There are four general groups of root causes, which include the oil composition, overheating of the tubes, operating factors, and the presence of excess unburnt or partially burnt particles leading to carburization. Oils that result in vanadium and sodium depositions in the most corrosive ratios (Na:V ratio of 0.1:1) can be particularly aggressive.
Overheating can be related to poor initial choice of tube material for the operating conditions, the presence of extra gas touch length, steam side oxide growth/buildup that forms during operations and insulates the tube metal from the cooling effects of the steam, high temperature laning, tube misalignment, change of fuel, and rapid startups causing the reheater to reach temperature before full flow is established.
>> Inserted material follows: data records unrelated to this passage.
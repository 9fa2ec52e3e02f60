package stats

import (
	"math"
	"math/rand/v2"
	"testing"
)

// Influence vectors from statsmodels 0.13.5 (numpy 1.24.2), computed by
// /work/shared/tools/refcheck.py --vectors --external both on Anscombe
// (1973) sets I, III, IV (shared/reference/anscombe.csv) and the ties case
// of correlation_test.go:
//
//	infl = sm.OLS(y, sm.add_constant(x)).fit().get_influence()   # OLSInfluence
//	infl.hat_matrix_diag, infl.resid_studentized_internal,
//	infl.resid_studentized_external (leave-one-out refits), infl.cooks_distance[0], infl.dffits[0]
//
// statsmodels gives NaN where the leverage is 1 (set IV, row 8), as we do.
var influenceRef = []struct {
	name                         string
	lev, stud, ext, cook, dffits []float64
}{
	{name: "I",
		lev:    []float64{0.09999999999999996, 0.09999999999999999, 0.2363636363636365, 0.09090909090909091, 0.12727272727272732, 0.31818181818181823, 0.17272727272727267, 0.3181818181818181, 0.17272727272727273, 0.12727272727272726, 0.2363636363636363},
		stud:   []float64{0.03324397470609492, -0.04331790643521657, -1.7779326621549092, 1.110288241411685, -0.14810074762715963, -0.04050923234041443, 1.101904576649282, -0.7251597745333582, 1.6348730192829908, -1.4548813082523548, 0.1660660109346923},
		ext:    []float64{0.03134464448486084, -0.040844772005131105, -2.0810989067192818, 1.126799931392412, -0.13980118204480108, -0.03819595287009283, 1.116958873902161, -0.7045807877830644, 1.8383304242776302, -1.5684604272985259, 0.15680896900073285},
		cook:   []float64{6.139788079219324e-05, 0.00010424672321834315, 0.48920927577433554, 0.06163699895085261, 0.0015993418763965155, 0.0003828995111222584, 0.12675648475149465, 0.12269989634029653, 0.27902959337588, 0.1543412223720269, 0.004268011426677349},
		dffits: []float64{0.010448214828286943, -0.013614924001710368, -1.1578165470085584, 0.3563254250521487, -0.05338745824705019, -0.02609280323458363, 0.5103795764131202, -0.4813203095369393, 0.840000760253912, -0.598965719386523, 0.08724045668478674},
	},
	{name: "III",
		lev:    []float64{0.09999999999999996, 0.09999999999999999, 0.2363636363636365, 0.09090909090909091, 0.12727272727272732, 0.31818181818181823, 0.17272727272727267, 0.3181818181818181, 0.17272727272727273, 0.12727272727272726, 0.2363636363636363},
		stud:   []float64{-0.4601773642241308, -0.1963330408589738, 2.999991715643557, -0.33085148844300155, -0.5969507585895458, -1.134971637262687, 0.07041630940088515, 0.3806986072418973, -0.7551765167780413, -0.06973870940273427, 0.2118809362725935},
		ext:    []float64{-0.43905544819545433, -0.18550224192511133, 1203.5394638423834, -0.31384418208743964, -0.5742948485077302, -1.1559818474065786, 0.06640742894032278, 0.3618514499519614, -0.7356770250778836, -0.06576805829312449, 0.20026336073707854},
		cook:   []float64{0.01176462258579268, 0.002141481274051748, 1.3928494502510682, 0.00547313537024748, 0.025983869346504592, 0.30057081072450714, 0.000517641076720783, 0.033817333563048085, 0.05953593328773237, 0.0003546293033761783, 0.006947808393151912},
		dffits: []float64{-0.1463518160651514, -0.06183408064170377, 669.5875442129986, -0.09924624457889274, -0.21931246787582256, -0.7896859384478823, 0.03034399586695539, 0.2471915994832561, -0.3361578811978749, -0.025115592119875928, 0.11141624844080997},
	},
	{name: "IV",
		lev:    []float64{0.09999999999999996, 0.09999999999999999, 0.09999999999999999, 0.09999999999999999, 0.09999999999999999, 0.09999999999999999, 0.09999999999999999, 1.0000000000000002, 0.09999999999999999, 0.09999999999999999, 0.09999999999999999},
		stud:   []float64{-0.3591280943559145, -1.0586174942890554, 0.6048024201860962, 1.568732934728107, 1.2531096689046173, 0.033268398289505806, -1.4936657796133255, math.NaN(), -1.2292246650044556, 0.7754095909014965, -0.09468697974704461},
		ext:    []float64{-0.34104165226567007, -1.0666929942989802, 0.5821663631170336, 1.7351450391902945, 1.300313176018672, 0.03136767550528296, -1.6238180681415881, math.NaN(), -1.270469224475467, 0.7567790383987091, -0.08931623925666182},
		cook:   []float64{0.007165166008650587, 0.0622594999563799, 0.02032144263683107, 0.13671794558336994, 0.08723799123901331, 6.148812915273293e-05, 0.12394652562154908, math.NaN(), 0.08394407094751756, 0.0334033352034459, 0.0004980902296454021},
		dffits: []float64{-0.11368055075522333, -0.3555643314329934, 0.19405545437234453, 0.5783816797300981, 0.43343772533955727, 0.010455891835094318, -0.5412726893805293, math.NaN(), -0.4234897414918223, 0.25225967946623634, -0.029772079752220605},
	},
	{name: "ties",
		lev:    []float64{0.2117768595041323, 0.14979338842975223, 0.14979338842975223, 0.10433884297520671, 0.10433884297520671, 0.10433884297520671, 0.07541322314049592, 0.06301652892561985, 0.06301652892561985, 0.06714876033057852, 0.08780991735537191, 0.08780991735537191, 0.125, 0.17871900826446285, 0.17871900826446285, 0.24896694214876047},
		stud:   []float64{0.32264860661436157, -1.95594601833235, 0.4498427310268801, -0.5980940120517406, 1.7458533712117563, 0.573879679580008, -0.45520172532167835, 0.8262354664931301, -0.319603977010238, -1.3358157802794848, 1.1061209640366663, -0.055186078466039616, -1.1048845140544077, 0.22505490992698512, 1.4489490268332965, -0.8964262029011163},
		ext:    []float64{0.31207441364362076, -2.2109392065568643, 0.4366464711990471, -0.5838450393077275, 1.9020976264655534, 0.5596258263012397, -0.44192593735480035, 0.8163320504320486, -0.3091078180152292, -1.3780371052253888, 1.1157538933341715, -0.05318442091411941, -1.114387458585934, 0.21726170242777776, 1.5144025313342167, -0.889729833492057},
		cook:   []float64{0.013984885509035885, 0.3370170716047241, 0.017826233283942724, 0.020835848427028226, 0.17753656480445051, 0.01918288728380631, 0.008450407030008827, 0.02295621158299798, 0.0034349221771589893, 0.06422272808684373, 0.058888904247972454, 0.00014658424507309737, 0.08719784209980319, 0.005510943559388748, 0.22843108040784924, 0.13319309826457984},
		dffits: []float64{0.1617606281629303, -0.9280275830395627, 0.18327956196527995, -0.1992731255651137, 0.6492081179711725, 0.19100682552040904, -0.1262116382994862, 0.21170354084550638, -0.08016250194050122, -0.36972065585530595, 0.3461764516318486, -0.016501124687207637, -0.4211988685125245, 0.10134974620970985, 0.706448999041082, -0.5122706439007356},
	},
}

func TestInfluenceReference(t *testing.T) {
	t.Parallel()
	for _, tc := range influenceRef {
		t.Run(tc.name, func(t *testing.T) {
			x, y := rankRefData(t, tc.name)
			in := Influence(x, y)
			for _, v := range []struct {
				what      string
				got, want []float64
			}{
				{"leverage", in.Leverage, tc.lev},
				{"studentized", in.Studentized, tc.stud},
				{"studentized_ext", in.StudentizedExt, tc.ext},
				{"cooks_d", in.CooksD, tc.cook},
				{"dffits", in.DFFITS, tc.dffits},
			} {
				for i := range v.want {
					// Both sides are closed forms in double precision
					// (measured agreement ≤ 3e-15) except statsmodels'
					// external residual, which refits without the row: for
					// set III row 3 (0-based 2) s₍ᵢ₎ is nearly 0 and the
					// refit carries 8e-12 relative error into t and DFFITS.
					tol := 1e-13
					if tc.name == "III" && i == 2 && (v.what == "studentized_ext" || v.what == "dffits") {
						tol = 1e-10
					}
					if !coreClose(v.got[i], v.want[i], tol) {
						t.Errorf("%s[%d] = %.15g, statsmodels %.15g", v.what, i, v.got[i], v.want[i])
					}
				}
			}
			for i := range x {
				if want := math.IsNaN(tc.stud[i]); in.SoleSupport[i] != want {
					t.Errorf("SoleSupport[%d] = %v, want %v", i, in.SoleSupport[i], want)
				}
			}
		})
	}
}

// TestInfluenceLeaveOneOut checks every O(n) downdated quantity against a
// refit without the row (common practice identities: Σh = p = 2, h ∈ [1/n, 1],
// leave-one-out slope = refit slope, external studentized residual from the
// refit's residual SD), on many seeded random inputs, some with ties in x.
func TestInfluenceLeaveOneOut(t *testing.T) {
	t.Parallel()
	rng := rand.New(rand.NewPCG(42, 2))
	for trial := 0; trial < 150; trial++ {
		n := 4 + rng.IntN(40)
		x, y := make([]float64, n), make([]float64, n)
		for i := range x {
			if trial%4 == 0 {
				x[i] = float64(rng.IntN(5)) // ties in x
			} else {
				x[i] = rng.NormFloat64()*5 + 1e3
			}
			y[i] = 0.7*x[i] + rng.NormFloat64()*math.Exp(rng.NormFloat64())
		}
		if i := rng.IntN(n); trial%5 == 1 {
			x[i] += 40 // one far point: leverage near 1
		}
		m := CentredMoments(x, y)
		if !(m.Sxx > 0) {
			continue
		}
		in := Influence(x, y)
		full, err := Line(x, y, 0.95)
		if err != nil {
			t.Fatal(err)
		}
		var sh float64
		for i := range x {
			h := in.Leverage[i]
			sh += h
			if h < 1/float64(n)-1e-12 || h > 1+1e-12 {
				t.Fatalf("h[%d] = %v outside [1/n, 1]", i, h)
			}
			if !coreClose(h, full.Leverage[i], 1e-12) || !coreClose(in.Residual[i], full.Residuals[i], 1e-9) {
				t.Fatalf("row %d: h %v e %v; LeastSquares h %v e %v", i, h, in.Residual[i], full.Leverage[i], full.Residuals[i])
			}
			if in.SoleSupport[i] {
				continue
			}
			xo, yo := coreWithout(x, i), coreWithout(y, i)
			lo, err := Line(xo, yo, 0.95)
			if err != nil {
				t.Fatalf("refit without row %d: %v", i, err)
			}
			scale := math.Max(1, math.Abs(lo.Slope.Estimate))
			if math.Abs(in.LooSlope[i]-lo.Slope.Estimate) > 1e-9*scale {
				t.Fatalf("trial %d row %d: LooSlope %.15g, refit %.15g", trial, i, in.LooSlope[i], lo.Slope.Estimate)
			}
			if !coreClose(in.LooIntercept[i], lo.Intercept.Estimate, 1e-9) {
				t.Fatalf("trial %d row %d: LooIntercept %.15g, refit %.15g", trial, i, in.LooIntercept[i], lo.Intercept.Estimate)
			}
			if r := Pearson(xo, yo, 0.95).R; !coreClose(in.LooR[i], r, 1e-9) {
				t.Fatalf("trial %d row %d: LooR %.15g, refit %.15g", trial, i, in.LooR[i], r)
			}
			// External studentized residual from the refit's residual SD.
			te := in.Residual[i] / (lo.ResidualSE * math.Sqrt(1-h))
			if !coreClose(in.StudentizedExt[i], te, 1e-7) {
				t.Fatalf("trial %d row %d: StudentizedExt %.15g, from refit %.15g", trial, i, in.StudentizedExt[i], te)
			}
			// Cook's D as the scaled change in all fitted values (Cook 1977).
			var d float64
			for k := range x {
				dk := (lo.Intercept.Estimate + lo.Slope.Estimate*x[k]) - full.Fitted[k]
				d += dk * dk
			}
			d /= 2 * full.ResidualSE * full.ResidualSE
			if !coreClose(in.CooksD[i], d, 1e-7) {
				t.Fatalf("trial %d row %d: CooksD %.15g, from refit %.15g", trial, i, in.CooksD[i], d)
			}
		}
		if !coreClose(sh, 2, 1e-12) {
			t.Fatalf("Σh = %.15g, want 2", sh)
		}
	}
}

// TestInfluenceSoleSupport: a row with leverage 1 (every other row shares
// one x) is reported, not crashed on; documented NaNs only where the
// quantity is undefined, finite values elsewhere.
func TestInfluenceSoleSupport(t *testing.T) {
	t.Parallel()
	x := []float64{2, 2, 2, 2, 9, 2}
	y := []float64{1, 3, 2, 4, 10, 2.5}
	in := Influence(x, y)
	for i := range x {
		sole := i == 4
		if in.SoleSupport[i] != sole {
			t.Fatalf("SoleSupport = %v", in.SoleSupport)
		}
		if sole {
			if in.Leverage[i] != 1 || in.Residual[i] != 0 || !math.IsNaN(in.CooksD[i]) ||
				!math.IsNaN(in.StudentizedExt[i]) || !math.IsNaN(in.LooSlope[i]) {
				t.Errorf("sole row: h %v e %v D %v t %v slope %v", in.Leverage[i], in.Residual[i], in.CooksD[i], in.StudentizedExt[i], in.LooSlope[i])
			}
			continue
		}
		for name, v := range map[string]float64{"h": in.Leverage[i], "r": in.Studentized[i], "t": in.StudentizedExt[i],
			"D": in.CooksD[i], "DFFITS": in.DFFITS[i], "LooR": in.LooR[i], "LooSlope": in.LooSlope[i], "LooIntercept": in.LooIntercept[i]} {
			if math.IsNaN(v) || math.IsInf(v, 0) {
				t.Errorf("row %d: %s = %v, want finite", i, name, v)
			}
		}
	}
	// n = 2: both rows alone set the line.
	in = Influence([]float64{1, 2}, []float64{3, 5})
	if !in.SoleSupport[0] || !in.SoleSupport[1] || in.Leverage[0] != 1 {
		t.Errorf("n=2: %+v", in)
	}
	// Constant x: nothing is defined; nothing panics.
	in = Influence([]float64{1, 1, 1}, []float64{1, 2, 3})
	if !math.IsNaN(in.Leverage[0]) || in.SoleSupport[0] {
		t.Errorf("constant x: %+v", in)
	}
	// n = 3: the external residual needs n ≥ 4.
	in = Influence([]float64{1, 2, 4}, []float64{1, 3, 2})
	if !math.IsNaN(in.StudentizedExt[0]) || math.IsNaN(in.Studentized[0]) || math.IsNaN(in.LooSlope[0]) {
		t.Errorf("n=3: %+v", in)
	}
	// An exact line (up to rounding): no residual scatter to studentize, so
	// no row may look like an outlier; leverage and LOO fits stay defined.
	ex, ey := make([]float64, 30), make([]float64, 30)
	for i := range ex {
		ex[i] = 0.1 * float64(i)
		ey[i] = 1.3 + 0.7*ex[i]
	}
	in = Influence(ex, ey)
	for i := range ex {
		if !math.IsNaN(in.Studentized[i]) || !math.IsNaN(in.CooksD[i]) || math.IsNaN(in.Leverage[i]) ||
			!coreClose(in.LooSlope[i], 0.7, 1e-12) {
			t.Fatalf("exact line row %d: r %v D %v h %v slope %v", i, in.Studentized[i], in.CooksD[i], in.Leverage[i], in.LooSlope[i])
		}
	}
	if in := Influence(nil, nil); len(in.Leverage) != 0 {
		t.Errorf("empty: %+v", in)
	}
}

// TestLineInfluenceScreen: ScreenInto is At, field for field and bit for bit,
// but for DFFITS and the leave-one-out intercept (NaN), on rows with ties,
// a sole-support case and n = 3 (an identity, for any data).
func TestLineInfluenceScreen(t *testing.T) {
	t.Parallel()
	rng := rand.New(rand.NewPCG(5, 6))
	x, y := make([]float64, 500), make([]float64, 500)
	for i := range x {
		x[i] = math.Round(rng.NormFloat64()*100) / 100
		y[i] = 2 - 0.3*x[i] + rng.NormFloat64()
	}
	for _, c := range []struct{ x, y []float64 }{{x, y}, {[]float64{2, 2, 2, 2, 9, 2}, []float64{1, 3, 2, 4, 10, 2.5}},
		{[]float64{1, 2, 4}, []float64{1, 3, 2}}, {[]float64{1, 1, 1}, []float64{1, 2, 3}}} {
		li := NewLineInfluence(c.x, c.y)
		var s InfluenceRow // one row written over and over, as influence's pass does
		for i := range c.x {
			a := li.At(i)
			li.ScreenInto(i, &s)
			if !math.IsNaN(s.DFFITS) || !math.IsNaN(s.LooIntercept) {
				t.Fatalf("n=%d row %d: ScreenInto gives DFFITS %v, LooIntercept %v, want NaN", len(c.x), i, s.DFFITS, s.LooIntercept)
			}
			s.DFFITS, s.LooIntercept = a.DFFITS, a.LooIntercept
			same := func(u, v float64) bool {
				return math.Float64bits(u) == math.Float64bits(v) || math.IsNaN(u) && math.IsNaN(v)
			}
			if !same(a.Leverage, s.Leverage) || !same(a.Residual, s.Residual) || !same(a.Studentized, s.Studentized) ||
				!same(a.StudentizedExt, s.StudentizedExt) || !same(a.CooksD, s.CooksD) || !same(a.LooR, s.LooR) ||
				!same(a.LooSlope, s.LooSlope) || a.SoleSupport != s.SoleSupport {
				t.Fatalf("n=%d row %d: ScreenInto %+v, At %+v", len(c.x), i, s, a)
			}
		}
	}
}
Operation factors include operating with high levels of excess oxygen and/or periods of very low excess oxygen, and poor sootblowing practices.
A thorough visual and/or tactile examination can identify areas with significant fireside corrosion damage. However, where only minor attack has occurred the damage may go undetected. The amount of damage can be quantified with ultrasonic thickness testing. This data is valuable in determining not only the remaining wall thickness but also for establishing corrosion rates and setting reinspection intervals or scheduling replacements.
A metallurgical assessment should be performed to ensure the damage mechanism is fireside corrosion. Fireside corrosion can be superficially similar to long-term overheating. The primary indicator that fireside corrosion is occurring is the presence of low melting point vanadium and vanadium-sodium compounds in the deposits.
Understanding how to minimize the wastage rate and the use of remaining life assessments are key to economically handling fireside corrosion. Remaining life assessments should include periodic inspection and monitoring of problem areas. There are a number of steps that can be used to mitigate the wastage rate. These include the use of shields, weld overlays, and coatings; using more corrosion resistant tube materials, either monolithic or co-extruded; using less aggressive fuel and monitoring any fuel changes for increase in vanadium and sodium contents; limiting tube metal and/or steam temperatures; redistributing of steam flow; removing steam side oxide through chemical cleaning; fixing misaligned tubes; ensure proper sootblowing; lowering excess air; and the use of magnesium-based additives. Some of these corrective action steps are quite significant and should only be implemented after a root cause has been identified and a thorough analysis of how they will affect the overall system is well understood.
It is important to note that vanadium-containing dust is toxic and proper precautions must be used when inspecting, repairing, or moving/handling tubes covered in these deposits.
- Plant operational reviews and benchmarking of damage severity. Reviews not directed toward specific concerns such as fireside corrosion can identify attributes which need improvement to avoid susceptibility to fireside corrosion and other forms of damage.
- Laboratory analysis of damaged tubing to assess condition and determine responsible damage mechanism.
- Evaluation of possible root causes of damage to determine the effective causes(s) requiring action by plant staff to prevent continued damage and failures.
- Assess plant practices with respect to a series of repeat situations which, if not corrected, are known to substantially increase the risk of fireside corrosion damage.
- In situ assessments to identify damaged tubing.